Commodore Preble could only clasp his young captain’s hand and say:

“I have given all that I have to give. I know your prudence and your resolute courage. You are in the hands of the great and good God, and no matter what the result of this night’s work may be, your country will never forget you.”

As Somers, still wearing his pleasant smile, left the Constitution, the men also manned the yards and cheered him. With Decatur he went on board the fire-ship, to take one last look, and to wait for complete darkness, which was now approaching. On the ketch were Captain Stewart and Lieutenant Wadsworth, first, of the Nautilus, and these four spent this last hour together.
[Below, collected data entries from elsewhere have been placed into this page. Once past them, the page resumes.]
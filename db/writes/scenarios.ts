import "server-only";
import { randomUUID } from "node:crypto";
import type { Knex } from "knex";
import type { ScenarioSettings } from "@/lib/scaling";
import { writeAudit } from "@/db/audit";
import { InvalidInputError, NotFoundError, StaleVersionError, fieldError } from "@/db/errors";
import { freeScenarioName, getScenario, getScenarioRevision, scenarioNameTaken, type Scenario } from "@/db/queries/scenarios";

/**
 * Every write of the scenario aggregate: the scenario row, its revisions and its audit rows. Each
 * function is one transaction that checks what depends on stored data (override names, a free name,
 * the version), bumps the version, writes the revision and the audit row; on any error nothing is stored.
 * Settings arrive complete (normalised by the caller from validated input).
 */

type Conn = Knex | Knex.Transaction;

const NAME_TAKEN = "A scenario with this name already exists on this baseline.";

/** Override keys that name no class of the baseline, as field errors (undefined when all are known). */
export function unknownOverrideFields(settings: { overrides: Record<string, unknown> }, classNames: readonly string[]): Record<string, string[]> | undefined {
  const known = new Set(classNames);
  const bad = Object.keys(settings.overrides).filter((n) => !known.has(n));
  if (bad.length === 0) return undefined;
  return Object.fromEntries(bad.map((n) => [`settings.overrides.${n}`, [`No class named "${n}" in this baseline.`]]));
}

/** The 400 for overrides of classes the baseline does not have. */
export function unknownOverridesError(fields: Record<string, string[]>): InvalidInputError {
  return new InvalidInputError(`Per-class settings name classes that are not in the baseline: ${Object.values(fields).flat().join(" ")}`, fields);
}

const LABELS: Record<string, string> = {
  s: "S",
  sL: "S_L",
  level: "model level",
  barrierScales: "barrier scaling",
  miller: "Miller factor",
  deviceRFactor: "device R factor",
  deviceCFactor: "device C factor",
  supplyV: "supply",
  k: "k",
  metal: "metal",
  aspectRatio: "aspect ratio",
  airGap: "air gap",
  lengthRule: "length rule",
  temperatureC: "temperature °C",
  barrierM: "barrier",
};

function show(v: unknown): string {
  if (v === null || v === undefined) return "—";
  if (typeof v === "boolean") return v ? "scales" : "fixed";
  if (typeof v === "number") return String(Number(v.toPrecision(6)));
  if (typeof v === "object" && "kind" in v) {
    const r = v as { kind: string; sL?: number; exponent?: number };
    return r.kind === "factor" ? `S_L = ${show(r.sL)}` : r.kind === "power" ? `S_L = S^${show(r.exponent)}` : r.kind === "fixed" ? "S_L = 1" : "S_L = S";
  }
  if (typeof v === "object" && "kGap" in v && "gapFraction" in v) return `k ${show(v.kGap)} over ${show(Number(v.gapFraction) * 100)}% of T`;
  return String(v);
}

/** Settings values compare by content (an air gap is an object). */
const same = (x: unknown, y: unknown) => x === y || JSON.stringify(x ?? null) === JSON.stringify(y ?? null);

/** Human summary of what changed between two settings (revision summaries): ["S 1 → 0.7", "M2: k 2.7 → 1.9"]. */
export function describeSettingsChange(a: ScenarioSettings, b: ScenarioSettings): string[] {
  const out: string[] = [];
  for (const key of Object.keys(LABELS) as (keyof ScenarioSettings)[]) {
    if (key === "overrides" || !(key in b || key in a)) continue;
    if (!same(a[key], b[key])) out.push(`${LABELS[key]} ${show(a[key])} → ${show(b[key])}`);
  }
  const names = new Set([...Object.keys(a.overrides ?? {}), ...Object.keys(b.overrides ?? {})]);
  for (const n of names) {
    const oa = (a.overrides?.[n] ?? {}) as Record<string, unknown>;
    const ob = (b.overrides?.[n] ?? {}) as Record<string, unknown>;
    const keys = new Set([...Object.keys(oa), ...Object.keys(ob)]);
    const parts: string[] = [];
    for (const k of keys) if (!same(oa[k], ob[k])) parts.push(`${LABELS[k] ?? k} ${show(oa[k])} → ${show(ob[k])}`);
    if (parts.length) out.push(`${n}: ${parts.join(", ")}`);
  }
  return out;
}

// ---------------------------------------------------------------------------------------------
// Shared steps (inside the caller's transaction)

async function checkOverrides(trx: Knex.Transaction, baselineId: string, settings: ScenarioSettings): Promise<void> {
  const rows: { name: string }[] = await trx("wire_classes").where({ baseline_id: baselineId }).select("name");
  const unknown = unknownOverrideFields(
    settings,
    rows.map((r) => r.name),
  );
  if (unknown) throw unknownOverridesError(unknown);
}

async function writeRevision(
  trx: Knex.Transaction,
  p: { scenarioId: string; version: number; userId: string; summary: string; name: string; notes: string; settings: ScenarioSettings },
): Promise<void> {
  await trx("scenario_revisions").insert({
    scenario_id: p.scenarioId,
    version: p.version,
    user_id: p.userId,
    at: Date.now(),
    summary: p.summary.slice(0, 500),
    name: p.name,
    notes: p.notes,
    settings: JSON.stringify(p.settings),
  });
}

/** The scenario as stored, in the team; StaleVersionError (version 0) when it is gone. */
async function current(trx: Knex.Transaction, id: string, teamId: string, version: number): Promise<Scenario> {
  const before = await getScenario(trx, id);
  if (!before) throw new StaleVersionError("This scenario", 0, version);
  if (before.teamId !== teamId) throw new NotFoundError("Scenario");
  return before;
}

/** The versioned update and its revision; returns the scenario as saved. */
async function save(
  trx: Knex.Transaction,
  before: Scenario,
  p: { userId: string; version: number; next: { name: string; notes: string; settings: ScenarioSettings }; summary?: string },
): Promise<Scenario> {
  const now = Date.now();
  const version = p.version + 1;
  const n = await trx("scenarios")
    .where({ id: before.id, version: p.version })
    .update({
      name: p.next.name,
      notes: p.next.notes,
      settings: JSON.stringify(p.next.settings),
      version,
      updated_by: p.userId,
      updated_at: now,
    });
  if (n === 0) throw new StaleVersionError("This scenario", before.version, p.version);
  let summary = p.summary;
  if (summary === undefined) {
    const changes: string[] = [];
    if (p.next.name !== before.name) changes.push(`renamed to "${p.next.name}"`);
    if (p.next.notes !== before.notes) changes.push("notes");
    changes.push(...describeSettingsChange(before.settings, p.next.settings));
    summary = changes.length ? `Changed ${changes.join("; ")}` : "Saved without changes";
  }
  await writeRevision(trx, { scenarioId: before.id, version, userId: p.userId, summary, ...p.next });
  return { ...before, ...p.next, version, updatedBy: p.userId, updatedAt: now };
}

// ---------------------------------------------------------------------------------------------

/** A new scenario on a baseline of the team, with its first revision and a "scenario.create" audit row. Returns its id. */
export async function createScenario(
  conn: Conn,
  p: {
    teamId: string;
    baselineId: string;
    userId: string;
    name: string;
    notes: string;
    settings: ScenarioSettings;
    isDemo?: boolean;
    summary?: string;
  },
): Promise<string> {
  const id = randomUUID();
  const now = Date.now();
  await conn.transaction(async (trx) => {
    // Another team's baseline answers exactly like a missing one.
    if (!(await trx("baselines").where({ id: p.baselineId, team_id: p.teamId }).first("id"))) throw new NotFoundError("Baseline");
    await checkOverrides(trx, p.baselineId, p.settings);
    if (await scenarioNameTaken(trx, p.baselineId, p.name)) throw new InvalidInputError(NAME_TAKEN, fieldError("name", NAME_TAKEN));
    await trx("scenarios").insert({
      id,
      team_id: p.teamId,
      baseline_id: p.baselineId,
      name: p.name,
      notes: p.notes,
      settings: JSON.stringify(p.settings),
      version: 1,
      is_demo: p.isDemo ? 1 : 0,
      created_by: p.userId,
      created_at: now,
      updated_by: p.userId,
      updated_at: now,
    });
    await writeRevision(trx, {
      scenarioId: id,
      version: 1,
      userId: p.userId,
      summary: p.summary ?? "Created",
      name: p.name,
      notes: p.notes,
      settings: p.settings,
    });
    await writeAudit(trx, {
      teamId: p.teamId,
      userId: p.userId,
      action: "scenario.create",
      entityType: "scenario",
      entityId: id,
      detail: { name: p.name, baselineId: p.baselineId },
    });
  });
  return id;
}

/**
 * Versioned save of name, notes and/or settings: `version` is the version the client loaded; a newer
 * stored version throws StaleVersionError. Returns the scenario as saved.
 */
export async function updateScenario(
  conn: Conn,
  p: { id: string; teamId: string; userId: string; version: number; name?: string; notes?: string; settings?: ScenarioSettings },
): Promise<Scenario> {
  return conn.transaction(async (trx) => {
    const before = await current(trx, p.id, p.teamId, p.version);
    if (p.settings) await checkOverrides(trx, before.baselineId, p.settings);
    if (p.name !== undefined && (await scenarioNameTaken(trx, before.baselineId, p.name, p.id)))
      throw new InvalidInputError(NAME_TAKEN, fieldError("name", NAME_TAKEN));
    const next = { name: p.name ?? before.name, notes: p.notes ?? before.notes, settings: p.settings ?? before.settings };
    const saved = await save(trx, before, { userId: p.userId, version: p.version, next });
    const fields = (["name", "notes", "settings"] as const).filter((k) => p[k] !== undefined);
    await writeAudit(trx, {
      teamId: p.teamId,
      userId: p.userId,
      action: "scenario.update",
      entityType: "scenario",
      entityId: p.id,
      detail: { version: saved.version, fields },
    });
    return saved;
  });
}

/**
 * Restore an old revision's name, notes and settings as a new revision (history is never rewritten).
 * The current name is kept when the old one now belongs to another scenario of the baseline.
 */
export async function restoreScenario(conn: Conn, p: { id: string; teamId: string; userId: string; version: number; revisionId: number }): Promise<Scenario> {
  return conn.transaction(async (trx) => {
    const rev = await getScenarioRevision(trx, p.id, p.revisionId);
    if (!rev) throw new NotFoundError("Revision");
    const before = await current(trx, p.id, p.teamId, p.version);
    const name = (await scenarioNameTaken(trx, before.baselineId, rev.name, p.id)) ? before.name : rev.name;
    const saved = await save(trx, before, {
      userId: p.userId,
      version: p.version,
      next: { name, notes: rev.notes, settings: rev.settings },
      summary: `Restored version ${rev.version}`,
    });
    await writeAudit(trx, {
      teamId: p.teamId,
      userId: p.userId,
      action: "scenario.update",
      entityType: "scenario",
      entityId: p.id,
      detail: { version: saved.version, restoredVersion: rev.version },
    });
    return saved;
  });
}

/**
 * Copy a scenario (settings and notes) onto the same baseline, with its first revision and a "scenario.create" audit
 * row naming the source; without a name, a free "X (copy)", "X (copy 2)", …; a given name that is taken is a 400 on
 * `name`. Returns the new id.
 */
export async function duplicateScenario(conn: Conn, p: { id: string; teamId: string; userId: string; name?: string }): Promise<string> {
  const id = randomUUID();
  const now = Date.now();
  await conn.transaction(async (trx) => {
    const src = await getScenario(trx, p.id);
    if (!src || src.teamId !== p.teamId) throw new NotFoundError("Scenario");
    const name = p.name ?? (await freeScenarioName(trx, src.baselineId, src.name));
    if (await scenarioNameTaken(trx, src.baselineId, name)) throw new InvalidInputError(NAME_TAKEN, fieldError("name", NAME_TAKEN));
    await trx("scenarios").insert({
      id,
      team_id: src.teamId,
      baseline_id: src.baselineId,
      name,
      notes: src.notes,
      settings: JSON.stringify(src.settings),
      version: 1,
      is_demo: 0,
      created_by: p.userId,
      created_at: now,
      updated_by: p.userId,
      updated_at: now,
    });
    await writeRevision(trx, {
      scenarioId: id,
      version: 1,
      userId: p.userId,
      summary: `Duplicated from "${src.name}"`,
      name,
      notes: src.notes,
      settings: src.settings,
    });
    await writeAudit(trx, {
      teamId: src.teamId,
      userId: p.userId,
      action: "scenario.create",
      entityType: "scenario",
      entityId: id,
      detail: { name, baselineId: src.baselineId, duplicatedFrom: src.id },
    });
  });
  return id;
}

/** Delete a scenario (its revisions cascade). */
export async function deleteScenario(conn: Conn, p: { id: string; teamId: string; userId: string }): Promise<void> {
  await conn.transaction(async (trx) => {
    const row = await trx("scenarios").where({ id: p.id, team_id: p.teamId }).first("name");
    if (!row) throw new NotFoundError("Scenario");
    await trx("scenarios").where({ id: p.id }).delete();
    await writeAudit(trx, {
      teamId: p.teamId,
      userId: p.userId,
      action: "scenario.delete",
      entityType: "scenario",
      entityId: p.id,
      detail: { name: row.name },
    });
  });
}
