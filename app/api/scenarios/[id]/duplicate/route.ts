import { db } from "@/db/client";
import { getScenario, scenarioTeamId } from "@/db/queries/scenarios";
import { duplicateScenario } from "@/db/writes/scenarios";
import { requireResourceRole } from "@/lib/access";
import { apiRoute } from "@/lib/api";
import { readInput } from "@/lib/workspace/input";
import { scenarioDuplicateSchema } from "@/lib/validation/scenario";

export const dynamic = "force-dynamic";

/** Copy of the scenario (settings and notes) on the same baseline: 201 `{ scenario }`, the create route's shape. */
export const POST = apiRoute<{ id: string }>(async (req, { id }) => {
  const a = await requireResourceRole(() => scenarioTeamId(db, id), "editor", "Scenario");
  const hasBody = (req.headers.get("content-length") ?? "0") !== "0" || req.headers.get("content-type");
  const input = hasBody ? await readInput(req, scenarioDuplicateSchema) : {};
  const newId = await duplicateScenario(db, { id, teamId: a.teamId, userId: a.user.id, name: input.name });
  return Response.json({ scenario: await getScenario(db, newId) }, { status: 201 });
});
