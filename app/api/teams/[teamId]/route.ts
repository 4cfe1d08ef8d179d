import { db } from "@/db/client";
import { getTeam, renameTeam } from "@/db/queries/teams";
import { audit, requireTeamRole } from "@/lib/access";
import { apiRoute, notFound, readJson } from "@/lib/api";
import { teamSchema } from "@/lib/validation/team";

type P = { teamId: string };

export const GET = apiRoute<P>(async (_req, { teamId }) => {
  const a = await requireTeamRole(teamId, "viewer");
  const team = await getTeam(db, teamId);
  if (!team) throw notFound("Team");
  return Response.json({ team: { id: team.id, name: team.name, isDemo: team.isDemo, role: a.role } });
});

export const PATCH = apiRoute<P>(async (req, { teamId }) => {
  const a = await requireTeamRole(teamId, "owner");
  const input = await readJson(req, teamSchema, 16 * 1024);
  const team = await db.transaction(async (trx) => {
    const before = await getTeam(trx, teamId);
    if (!before) throw notFound("Team");
    await renameTeam(trx, teamId, input.name);
    await audit({ teamId, userId: a.user.id, action: "team.rename", entityType: "team", entityId: teamId, detail: { from: before.name, to: input.name } }, trx);
    return { ...before, name: input.name };
  });
  return Response.json({ team: { id: team.id, name: team.name, isDemo: team.isDemo, role: a.role } });
});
Wadsworth, a man of vigor and determination, like Somers, was perfectly easy and cheerful. Stewart and Decatur, who were to follow the ketch as far in the offing as was prudent, were both strangely silent. Decatur had a terrible foreboding that he and Somers would never meet again in this world.

Meanwhile the Constitution’s cutter had been lowered, and with the Nautilus’s boat had been made fast to the frigate’s side, directly under a port in the steward’s pantry. Somers having determined to wait another half hour for the blue fog which was steadily rising on the water to conceal him entirely, the men had been permitted to leave the boat. Danny Dixon, taking advantage of this, was in the Constitution’s cutter, making a last examination, for his own satisfaction, of the oars, rowlocks, etc., when above the lapping of the water against the great ship’s side, he heard a whisper overhead of—

“Dixon! I say, Dixon!”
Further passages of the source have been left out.